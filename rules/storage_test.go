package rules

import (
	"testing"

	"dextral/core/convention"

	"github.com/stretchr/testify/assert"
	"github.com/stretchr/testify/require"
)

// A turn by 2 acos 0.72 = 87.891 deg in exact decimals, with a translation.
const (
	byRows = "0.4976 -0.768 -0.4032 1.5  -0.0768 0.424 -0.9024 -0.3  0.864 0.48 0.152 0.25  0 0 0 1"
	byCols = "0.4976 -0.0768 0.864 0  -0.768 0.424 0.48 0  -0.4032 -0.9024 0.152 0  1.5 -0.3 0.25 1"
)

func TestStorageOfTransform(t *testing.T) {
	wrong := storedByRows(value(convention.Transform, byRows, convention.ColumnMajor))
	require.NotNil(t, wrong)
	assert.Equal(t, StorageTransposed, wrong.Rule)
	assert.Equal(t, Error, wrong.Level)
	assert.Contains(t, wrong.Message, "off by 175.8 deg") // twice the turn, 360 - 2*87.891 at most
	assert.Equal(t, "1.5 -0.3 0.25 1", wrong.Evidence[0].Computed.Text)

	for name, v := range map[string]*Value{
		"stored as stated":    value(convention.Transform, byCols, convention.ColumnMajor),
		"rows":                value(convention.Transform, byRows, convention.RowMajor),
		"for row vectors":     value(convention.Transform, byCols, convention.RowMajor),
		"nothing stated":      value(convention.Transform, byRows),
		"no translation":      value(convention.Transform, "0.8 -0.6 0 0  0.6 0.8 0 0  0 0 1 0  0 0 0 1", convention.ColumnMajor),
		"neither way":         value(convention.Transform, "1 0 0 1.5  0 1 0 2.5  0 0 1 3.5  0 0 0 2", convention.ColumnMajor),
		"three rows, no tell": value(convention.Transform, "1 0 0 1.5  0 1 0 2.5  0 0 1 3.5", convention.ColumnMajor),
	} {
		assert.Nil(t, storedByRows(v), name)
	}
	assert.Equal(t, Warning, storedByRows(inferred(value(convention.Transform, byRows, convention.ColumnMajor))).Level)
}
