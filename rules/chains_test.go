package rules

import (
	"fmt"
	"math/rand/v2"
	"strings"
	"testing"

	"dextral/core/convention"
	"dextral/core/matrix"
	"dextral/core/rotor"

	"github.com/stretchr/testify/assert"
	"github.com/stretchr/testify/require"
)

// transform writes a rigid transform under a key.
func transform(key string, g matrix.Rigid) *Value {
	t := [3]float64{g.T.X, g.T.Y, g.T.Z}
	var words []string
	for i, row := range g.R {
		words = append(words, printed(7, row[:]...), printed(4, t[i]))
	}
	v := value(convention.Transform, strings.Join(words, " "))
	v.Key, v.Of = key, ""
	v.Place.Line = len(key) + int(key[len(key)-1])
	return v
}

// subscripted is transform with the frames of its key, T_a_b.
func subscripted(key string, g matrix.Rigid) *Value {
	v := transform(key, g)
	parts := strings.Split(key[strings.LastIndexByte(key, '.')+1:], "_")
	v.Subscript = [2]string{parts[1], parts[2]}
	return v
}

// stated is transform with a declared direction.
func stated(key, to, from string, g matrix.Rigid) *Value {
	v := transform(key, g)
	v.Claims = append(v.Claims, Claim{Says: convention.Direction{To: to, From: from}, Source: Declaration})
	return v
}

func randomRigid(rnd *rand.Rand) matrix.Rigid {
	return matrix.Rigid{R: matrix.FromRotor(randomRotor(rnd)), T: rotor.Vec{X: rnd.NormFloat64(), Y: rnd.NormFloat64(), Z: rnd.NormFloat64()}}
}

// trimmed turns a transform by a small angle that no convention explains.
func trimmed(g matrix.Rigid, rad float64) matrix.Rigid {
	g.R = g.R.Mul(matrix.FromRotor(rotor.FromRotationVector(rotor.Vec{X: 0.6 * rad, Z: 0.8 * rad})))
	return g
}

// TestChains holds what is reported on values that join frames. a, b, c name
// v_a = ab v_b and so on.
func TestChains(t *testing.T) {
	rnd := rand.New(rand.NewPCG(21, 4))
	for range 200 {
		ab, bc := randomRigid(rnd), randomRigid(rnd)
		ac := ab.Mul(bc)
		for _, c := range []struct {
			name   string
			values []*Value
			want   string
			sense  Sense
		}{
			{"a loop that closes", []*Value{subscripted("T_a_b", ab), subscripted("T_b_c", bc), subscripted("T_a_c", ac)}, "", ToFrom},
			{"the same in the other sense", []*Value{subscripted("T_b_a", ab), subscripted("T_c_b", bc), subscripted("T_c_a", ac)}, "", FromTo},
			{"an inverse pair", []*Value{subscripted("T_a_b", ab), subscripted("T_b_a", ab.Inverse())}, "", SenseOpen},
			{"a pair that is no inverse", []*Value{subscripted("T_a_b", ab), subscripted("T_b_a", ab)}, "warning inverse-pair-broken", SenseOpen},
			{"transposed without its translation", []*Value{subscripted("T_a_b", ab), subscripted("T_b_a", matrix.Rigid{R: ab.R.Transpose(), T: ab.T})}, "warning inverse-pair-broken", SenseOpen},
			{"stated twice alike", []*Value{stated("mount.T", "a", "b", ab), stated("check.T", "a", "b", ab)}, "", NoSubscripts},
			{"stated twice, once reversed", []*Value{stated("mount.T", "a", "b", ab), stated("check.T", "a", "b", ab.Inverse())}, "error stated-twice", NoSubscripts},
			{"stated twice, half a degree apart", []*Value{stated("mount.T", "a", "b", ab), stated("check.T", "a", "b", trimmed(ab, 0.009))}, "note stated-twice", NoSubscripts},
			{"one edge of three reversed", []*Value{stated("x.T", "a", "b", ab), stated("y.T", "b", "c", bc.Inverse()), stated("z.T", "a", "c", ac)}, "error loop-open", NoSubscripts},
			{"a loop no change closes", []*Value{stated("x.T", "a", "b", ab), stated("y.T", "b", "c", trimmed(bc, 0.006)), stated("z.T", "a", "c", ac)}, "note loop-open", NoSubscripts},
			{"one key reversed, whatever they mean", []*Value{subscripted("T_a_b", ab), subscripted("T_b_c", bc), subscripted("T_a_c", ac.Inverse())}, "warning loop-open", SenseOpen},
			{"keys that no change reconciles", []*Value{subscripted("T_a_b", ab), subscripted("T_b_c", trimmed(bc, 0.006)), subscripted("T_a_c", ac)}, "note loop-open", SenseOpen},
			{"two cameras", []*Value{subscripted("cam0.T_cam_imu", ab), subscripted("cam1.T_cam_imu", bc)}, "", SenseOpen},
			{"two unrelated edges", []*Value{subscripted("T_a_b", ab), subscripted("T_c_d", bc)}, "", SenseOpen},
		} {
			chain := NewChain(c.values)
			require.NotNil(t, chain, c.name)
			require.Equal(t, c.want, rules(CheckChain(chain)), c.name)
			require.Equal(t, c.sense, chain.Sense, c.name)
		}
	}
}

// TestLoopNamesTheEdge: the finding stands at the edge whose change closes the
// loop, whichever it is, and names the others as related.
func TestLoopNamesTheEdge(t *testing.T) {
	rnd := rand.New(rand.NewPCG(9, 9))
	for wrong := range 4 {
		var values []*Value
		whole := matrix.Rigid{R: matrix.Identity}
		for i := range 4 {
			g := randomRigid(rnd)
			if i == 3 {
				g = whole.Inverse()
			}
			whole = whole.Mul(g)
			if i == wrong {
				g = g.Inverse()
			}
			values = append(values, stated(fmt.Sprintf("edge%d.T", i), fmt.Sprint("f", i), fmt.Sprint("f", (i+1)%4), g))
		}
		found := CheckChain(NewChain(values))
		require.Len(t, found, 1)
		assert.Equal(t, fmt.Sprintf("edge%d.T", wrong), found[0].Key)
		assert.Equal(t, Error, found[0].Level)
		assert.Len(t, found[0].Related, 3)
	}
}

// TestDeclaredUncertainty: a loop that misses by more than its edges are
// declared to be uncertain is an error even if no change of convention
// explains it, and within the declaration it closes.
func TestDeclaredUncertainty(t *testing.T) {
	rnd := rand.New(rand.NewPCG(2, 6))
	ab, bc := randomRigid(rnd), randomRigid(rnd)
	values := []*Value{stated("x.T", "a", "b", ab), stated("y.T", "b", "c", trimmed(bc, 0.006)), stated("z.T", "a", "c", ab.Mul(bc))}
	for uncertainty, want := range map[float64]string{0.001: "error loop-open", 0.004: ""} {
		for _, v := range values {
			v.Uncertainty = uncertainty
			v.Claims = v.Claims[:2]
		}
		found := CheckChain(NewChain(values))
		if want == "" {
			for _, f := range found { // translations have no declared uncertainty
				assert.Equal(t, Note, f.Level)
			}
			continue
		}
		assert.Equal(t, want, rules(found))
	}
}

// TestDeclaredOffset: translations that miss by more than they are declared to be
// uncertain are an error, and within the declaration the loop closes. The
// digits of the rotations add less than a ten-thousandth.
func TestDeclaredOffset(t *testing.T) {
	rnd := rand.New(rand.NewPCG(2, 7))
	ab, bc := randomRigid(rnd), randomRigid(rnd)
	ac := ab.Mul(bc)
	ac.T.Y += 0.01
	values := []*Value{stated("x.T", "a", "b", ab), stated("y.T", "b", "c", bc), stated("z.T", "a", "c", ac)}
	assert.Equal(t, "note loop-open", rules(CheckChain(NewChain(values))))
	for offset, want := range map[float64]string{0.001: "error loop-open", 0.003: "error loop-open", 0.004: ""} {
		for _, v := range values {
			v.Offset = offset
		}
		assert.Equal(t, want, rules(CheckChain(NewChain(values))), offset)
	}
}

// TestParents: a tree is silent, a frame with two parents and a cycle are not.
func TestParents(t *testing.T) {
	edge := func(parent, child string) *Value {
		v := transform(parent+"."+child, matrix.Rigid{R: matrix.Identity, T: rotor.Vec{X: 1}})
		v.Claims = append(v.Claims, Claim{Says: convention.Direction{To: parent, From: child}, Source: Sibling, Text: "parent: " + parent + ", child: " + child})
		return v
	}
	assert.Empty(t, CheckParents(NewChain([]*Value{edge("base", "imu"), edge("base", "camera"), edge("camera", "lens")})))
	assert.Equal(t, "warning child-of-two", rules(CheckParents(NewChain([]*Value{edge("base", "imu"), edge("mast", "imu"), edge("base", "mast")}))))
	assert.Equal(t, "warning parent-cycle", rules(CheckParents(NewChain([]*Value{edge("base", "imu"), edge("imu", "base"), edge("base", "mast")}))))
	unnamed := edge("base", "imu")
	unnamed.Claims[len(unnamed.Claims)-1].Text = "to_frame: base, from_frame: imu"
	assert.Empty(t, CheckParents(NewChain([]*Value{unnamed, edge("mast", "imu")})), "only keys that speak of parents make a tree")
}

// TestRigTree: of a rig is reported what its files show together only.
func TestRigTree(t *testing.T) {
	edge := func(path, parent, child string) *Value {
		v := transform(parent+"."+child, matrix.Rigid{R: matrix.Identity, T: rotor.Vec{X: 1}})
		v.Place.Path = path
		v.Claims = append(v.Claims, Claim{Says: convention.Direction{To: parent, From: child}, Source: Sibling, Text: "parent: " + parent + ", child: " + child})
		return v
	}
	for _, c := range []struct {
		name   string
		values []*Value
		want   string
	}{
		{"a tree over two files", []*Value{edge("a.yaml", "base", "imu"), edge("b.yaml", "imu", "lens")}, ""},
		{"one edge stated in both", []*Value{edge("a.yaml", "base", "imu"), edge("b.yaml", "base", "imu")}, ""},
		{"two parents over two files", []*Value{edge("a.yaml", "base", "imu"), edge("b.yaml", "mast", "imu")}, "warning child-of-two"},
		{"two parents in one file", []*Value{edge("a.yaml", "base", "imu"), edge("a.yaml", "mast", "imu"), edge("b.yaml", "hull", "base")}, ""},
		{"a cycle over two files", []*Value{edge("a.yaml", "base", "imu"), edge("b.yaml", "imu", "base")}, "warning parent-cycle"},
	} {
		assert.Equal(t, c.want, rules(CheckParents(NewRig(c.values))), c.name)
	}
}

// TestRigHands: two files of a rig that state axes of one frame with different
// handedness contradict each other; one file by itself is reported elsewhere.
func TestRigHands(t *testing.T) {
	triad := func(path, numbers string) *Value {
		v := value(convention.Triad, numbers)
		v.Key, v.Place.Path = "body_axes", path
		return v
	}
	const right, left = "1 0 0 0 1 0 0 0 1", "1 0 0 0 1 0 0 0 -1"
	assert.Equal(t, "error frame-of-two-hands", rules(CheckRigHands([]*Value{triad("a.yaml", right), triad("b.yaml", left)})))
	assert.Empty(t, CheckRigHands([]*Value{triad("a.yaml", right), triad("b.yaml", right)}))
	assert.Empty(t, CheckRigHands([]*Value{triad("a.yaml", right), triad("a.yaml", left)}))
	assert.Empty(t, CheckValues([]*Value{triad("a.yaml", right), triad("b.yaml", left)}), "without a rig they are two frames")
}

——

Problem description - Please retype the data exactly as it stands, from its first line down to the line that contains "func TestStorageOfTransform(t *testing.T)", then stop.

Written reply -
filename rules/storage_test.go
package rules

import (
	"testing"

	"dextral/core/convention"

	"github.com/stretchr/testify/assert"
	"github.com/stretchr/testify/require"
)

// A turn by 2 acos 0.72 = 87.891 deg in exact decimals, with a translation.
const (
	byRows = "0.4976 -0.768 -0.4032 1.5  -0.0768 0.424 -0.9024 -0.3  0.864 0.48 0.152 0.25  0 0 0 1"
	byCols = "0.4976 -0.0768 0.864 0  -0.768 0.424 0.48 0  -0.4032 -0.9024 0.152 0  1.5 -0.3 0.25 1"
)

func TestStorageOfTransform(t *testing.T) {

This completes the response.